A seção IV coloca o provedor como o responsável pela ofensa, caso ele não atenda ao ofendido. Isso na prática faz com que o provedor sempre seja compelido a agir tirando o conteúdo. Uma festa da censura. Se ele não retira o conteúdo, e o ofendido estiver certo, ele é responsável e paga solidariamente com o dono do conteúdo supostamente ofensivo. Agora, se ele retira o conteúdo, e depois de muita briga e tempo, se mostra que o conteúdo não era de fato mentiroso, ou ofensivo, nada acontece.

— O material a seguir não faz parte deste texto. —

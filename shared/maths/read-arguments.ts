import type { Expr } from './expression.ts';
import { numberFrom } from './read-numbers.ts';
import { type Context, numberOf, type Reader } from './reader.ts';
import { isDigit } from './scanner.ts';

/** An argument as TeX takes it: a braced group, or the next single digit, letter or command. */
export function readArgument(reader: Reader, change?: Partial<Context>): Expr {
  const { token } = reader;
  switch (token.kind) {
    case '{':
      return readGroup(reader, change);
    case 'number': {
      const digit = reader.takeDigit();
      return { ...numberFrom(digit), span: reader.span(digit.start) };
    }
    case 'letter':
    case 'e':
    case 'i':
      return reader.inside(() => reader.grammar.atoms.letter!(reader), { side: 'argument' });
    case 'infinity':
    case 'frac':
    case 'sqrt':
    case 'binom':
    case '(':
      return reader.inside(reader.grammar.atoms[token.kind]!, change);
    default:
      return reader.fail('missing-argument', ['{']);
  }
}

function readGroup(reader: Reader, change?: Partial<Context>): Expr {
  reader.next();
  if (reader.is('}')) reader.fail('missing-operand', ['number', 'letter']);
  const expr = reader.inside(reader.grammar.sum, change);
  reader.expect('}', 'missing-bracket', '}');
  return expr;
}

/** The exponent or bound after `^` or `_`. */
export function readExponent(reader: Reader): Expr {
  if (reader.is('number') && isDigit(reader.source.charCodeAt(reader.token.start + 1)))
    reader.flags.add('power-digits');
  if (reader.is('-') || reader.is('+')) reader.fail('missing-bracket', ['{']);
  return readArgument(reader);
}

/** The letter after a `_`, in canonical spelling: `_1`, `_{max}`; empty where there is none. */
export function readSubscript(reader: Reader): string {
  if (!reader.is('_')) return '';
  reader.next();
  const { token } = reader;
  if (token.kind === '{') {
    let depth = 0;
    do {
      if (reader.is('{')) depth += 1;
      if (reader.is('}')) depth -= 1;
      if (reader.is('end-of-line')) reader.fail('missing-bracket', ['}']);
      reader.next();
    } while (depth > 0);
    return subscript(reader, reader.source.slice(token.start + 1, reader.lastEnd - 1));
  }
  if (token.kind === 'number') return `_${reader.takeDigit().text}`;
  if (
    token.kind === 'letter' ||
    token.kind === 'e' ||
    token.kind === 'i' ||
    token.kind === 'infinity' ||
    token.kind === 'text'
  ) {
    reader.next();
    return subscript(reader, reader.source.slice(token.start, token.end));
  }
  return reader.fail('missing-argument', ['letter', 'number']);
}

/** Styles, braces and blanks go; a blank that ends a command stays. */
const SUBSCRIPT_LAYOUT =
  /\\(?:text|mathrm|mathit|operatorname|textrm|mbox)(?![a-zA-Z]) *|(\\[a-zA-Z]+)\s+(?=[a-zA-Z])|[{}\s]|\\[,;:! ]/g;

function subscript(reader: Reader, raw: string): string {
  const text = raw.replace(SUBSCRIPT_LAYOUT, (_, command: string | undefined) => (command ? `${command} ` : ''));
  if (!/^(?:[\w,+\-' ]|\\[a-zA-Z])+$/.test(text)) reader.fail('missing-argument', ['letter', 'number']);
  return text.length === 1 ? `_${text}` : `_{${text}}`;
}

/** A letter that a calculus sign names: the x of dx, the k of a sum. */
export function readName(reader: Reader): string {
  const { token } = reader;
  if (token.kind !== 'letter' && token.kind !== 'i') return reader.fail('missing-argument', ['letter']);
  reader.next();
  return token.text + (reader.is('_') ? readSubscript(reader) : '');
}

/** The number 1 where nothing is written, such as the integrand of `\int dx`. */
export function unwrittenOne(reader: Reader, start: number): Expr {
  return numberOf(reader.span(start), 1n);
}
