import type { Line, Reading, ReadingFlag, ReadSettings } from './expression.ts';
import { lettersOf } from './letters.ts';
import { readLine } from './read.ts';
import { READ_LIMITS } from './reader.ts';
import { sameLine } from './same.ts';

type Relation = Extract<Line, { kind: 'relation' }>;

/**
 * Reads a line as the checker judges it after the lines before it. Where these settle what the line says, the reading
 * says so by its flags, and the author is asked only where the line by itself can be read in two ways.
 */
export function readInPlace(tex: string, settings: ReadSettings, before: readonly Line[]): Reading {
  const reading = readLine(partWideBlanks(tex), settings);
  if (!reading.ok) return { ok: false, refusal: { ...reading.refusal, tex: tex.slice(0, READ_LIMITS.characters) } };
  const line = lineInPlace(reading.line, tex, before);
  if (line === reading.line) return reading;
  const ways = reading.alternatives.length > 0 ? [reading.line, ...reading.alternatives] : [];
  const alternatives = ways.filter((other) => !sameLine(other, line));
  return { ok: true, line, flags: flagsInPlace(reading.flags, reading.line, line), alternatives };
}

function flagsInPlace(flags: readonly ReadingFlag[], alone: Line, line: Line): readonly ReadingFlag[] {
  const kept = flags.filter((flag) => flag !== 'comma-or' && flag !== 'comma-and');
  const comma: ReadingFlag[] = line.kind === 'any' ? ['comma-or'] : line.kind === 'all' ? ['comma-and'] : [];
  const isNumbered = lettersOf(alone).length > 0 && lettersOf(alone).join() !== lettersOf(line).join();
  return [...kept, ...comma, ...(isNumbered ? (['numbered-values'] as const) : [])];
}

/** The names that a line introduces as functions; later lines read them so. */
export function functionsIn(line: Line): readonly string[] {
  if (line.kind === 'definition') return line.params.length > 0 ? [line.name] : [];
  return line.kind === 'all' || line.kind === 'any' ? line.parts.flatMap(functionsIn) : [];
}

const orderSign = /(?<![a-zA-Z\\])[Oo](?![a-zA-Z])(?=(\s*(?:\\left\s*)?\()?)/g;

/**
 * O and o where they stand for orders of magnitude, as in `x-\frac{x^3}{6}+O(x^5)`: always before a bracket, and no letter
 * of an earlier line; in the first line behind a plus or minus.
 */
export function orderSymbols(tex: string, before: readonly Line[]): readonly string[] {
  if (!/[Oo]\s*(?:\\left\s*)?\(/.test(tex)) return [];
  const uses = [...tex.matchAll(orderSign)].map((found) => ({
    name: found[0],
    isSymbol: found[1] !== undefined && (before.length > 0 || /[-+]\s*$/.test(tex.slice(0, found.index))),
  }));
  return ['O', 'o'].filter((name) => {
    const own = uses.filter((use) => use.name === name);
    return (
      own.length > 0 && own.every(({ isSymbol }) => isSymbol) && !before.some((line) => lettersOf(line).includes(name))
    );
  });
}

/** What a line says in the light of those before it, where the line by itself leaves that open. */
export function lineInPlace(line: Line, tex: string, before: readonly Line[]): Line {
  if (line.kind !== 'any' && line.kind !== 'all' && line.kind !== 'relation') return line;
  return joinApart(joinTogether(numberedValues(line, before), tex, before), tex, before);
}

/** `x-2=0, x+2=0` after a line: equations of one letter are its cases, where nothing says that they hold together. */
function joinApart(line: Line, tex: string, before: readonly Line[]): Line {
  if (line.kind !== 'all' || before.length === 0 || saysTogether.test(tex)) return line;
  if (line.parts.some((part) => part.kind !== 'relation' || part.sign !== '=')) return line;
  const letters = new Set(line.parts.flatMap((part) => lettersOf(part)));
  return letters.size === 1 && before.some((other) => lettersOf(other).includes([...letters][0] as string))
    ? { ...line, kind: 'any' }
    : line;
}

const saysTogether = /\\text|\\mathrm|\\land|\\wedge|\\begin|\\&|\band\b/;

/**
 * `y=x^2, y=x+2` may list two values of y or state two equations. It is a system where it is given, stands in a cases
 * block or follows a system.
 */
function joinTogether(line: Line, tex: string, before: readonly Line[]): Line {
  if (line.kind !== 'any' || /\\text|\\lor|\\vee|\\pm|\bor\b/.test(tex)) return line;
  const saysWithLetters = line.parts.every(
    (part) =>
      part.kind === 'relation' && part.sign === '=' && part.left.kind === 'letter' && lettersOf(part.right).length > 0,
  );
  if (!saysWithLetters || new Set(line.parts.map((part) => JSON.stringify(lettersOfLeft(part)))).size > 1) return line;
  const above = before[before.length - 1];
  const isTogether = above === undefined || above.kind === 'all' || tex.includes('\\begin{cases}');
  return isTogether ? { ...line, kind: 'all' } : line;
}

function lettersOfLeft(line: Line): readonly string[] {
  return line.kind === 'relation' ? lettersOf(line.left) : [];
}

/** `x_1=3, x_2=-1` lists the values of x where the lines before are about x and the first of them has no x_1. */
function numberedValues(line: Line, before: readonly Line[]): Line {
  const parts = line.kind === 'any' || line.kind === 'all' ? line.parts : [line];
  const letters = parts.map(numberedLetter);
  const [letter] = letters;
  if (!letter || letters.some((other) => other !== letter)) return line;
  const known = before.flatMap(lettersOf);
  const first = before[0] ? lettersOf(before[0]) : [];
  if (!known.includes(letter) || first.some((name) => name.startsWith(`${letter}_`))) return line;
  const renamed = parts.map((part): Line => {
    const relation = part as Relation;
    return { ...relation, left: { ...relation.left, kind: 'letter', name: letter } as Relation['left'] };
  });
  return renamed.length === 1 ? (renamed[0] as Line) : { kind: 'any', parts: renamed, span: line.span };
}

function numberedLetter(part: Line): string | null {
  if (part.kind !== 'relation' || part.left.kind !== 'letter') return null;
  if (part.sign !== '=' && part.sign !== 'approx') return null;
  const name = /^([A-Za-z])_(?:\d|\{\d(?:,\d)+\})$/.exec(part.left.name)?.[1] ?? null;
  return name !== null && !lettersOf(part.right).some((other) => other.startsWith(name)) ? name : null;
}

const RELATION = /[=<>]|\\(?:le|ge|ne|leq|geq|neq|approx|in)(?![a-zA-Z])/;

/** `x=0\quad x=-1`: a wide blank between two statements parts them as a comma does. Places in the text stay. */
export function partWideBlanks(tex: string): string {
  if (!tex.includes('quad')) return tex;
  return tex.replace(/\\q?quad(?![a-zA-Z])/g, (blank, at: number) => {
    const before = tex.slice(0, at).trimEnd();
    const after = tex.slice(at + blank.length).trimStart();
    const isParted = /(?:[,;:&]|\\(?:text|mathrm)\{[^}]*\})$/.test(before) || !/^[-+0-9a-zA-Z\\{]/.test(after);
    if (isParted || /^\\(?:text|mathrm|lor|land|vee|wedge|q?quad|[LR]|imp|iff|to)/.test(after)) return blank;
    return RELATION.test(before) && RELATION.test(after) ? `,${' '.repeat(blank.length - 1)}` : blank;
  });
}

Niugém tem que indenisar o dono do conteúdo, atingido pela censura prévia. Assim fica óbvio que ele sempre agirá removendo e bloqueando qualquer conteúdo denunciado. Sem pensar duas vezes. As empresas que não atendem bem o consumidor, os funcionários públicos de abusam do cidadão, e os políticos corruptos, agradecem a brilhante ideia, e vão usar constantemente este mecanismo para pressionar a todos que quiserem escrever algo contra eles.
Este é o problema. Uma seção mal escrita que compromete todo o documento, e criar uma contradição típica dos ditadores : Para defender a liberdade vamos limitá-la.
A única coisa inútil neste momento é reclamar depois. Só pela participação ativa nos processos colaborativos, democráticos, e políticos é que é possível criar um futuro melhor. A omissão e a apatia são péssimos companheiros.
Sugiro que você acesse o Marco Regulatório Civil da Internet Brasileira se cadastre, leia e colabore com seus comentários. Tire suas próprias conclusões e depois volte aqui para fazer seus comentários.
Sugiro também que envie este post para seus amigos, e que eles também acessem o Marco Regulatório Civil da Internet Brasileira e participem.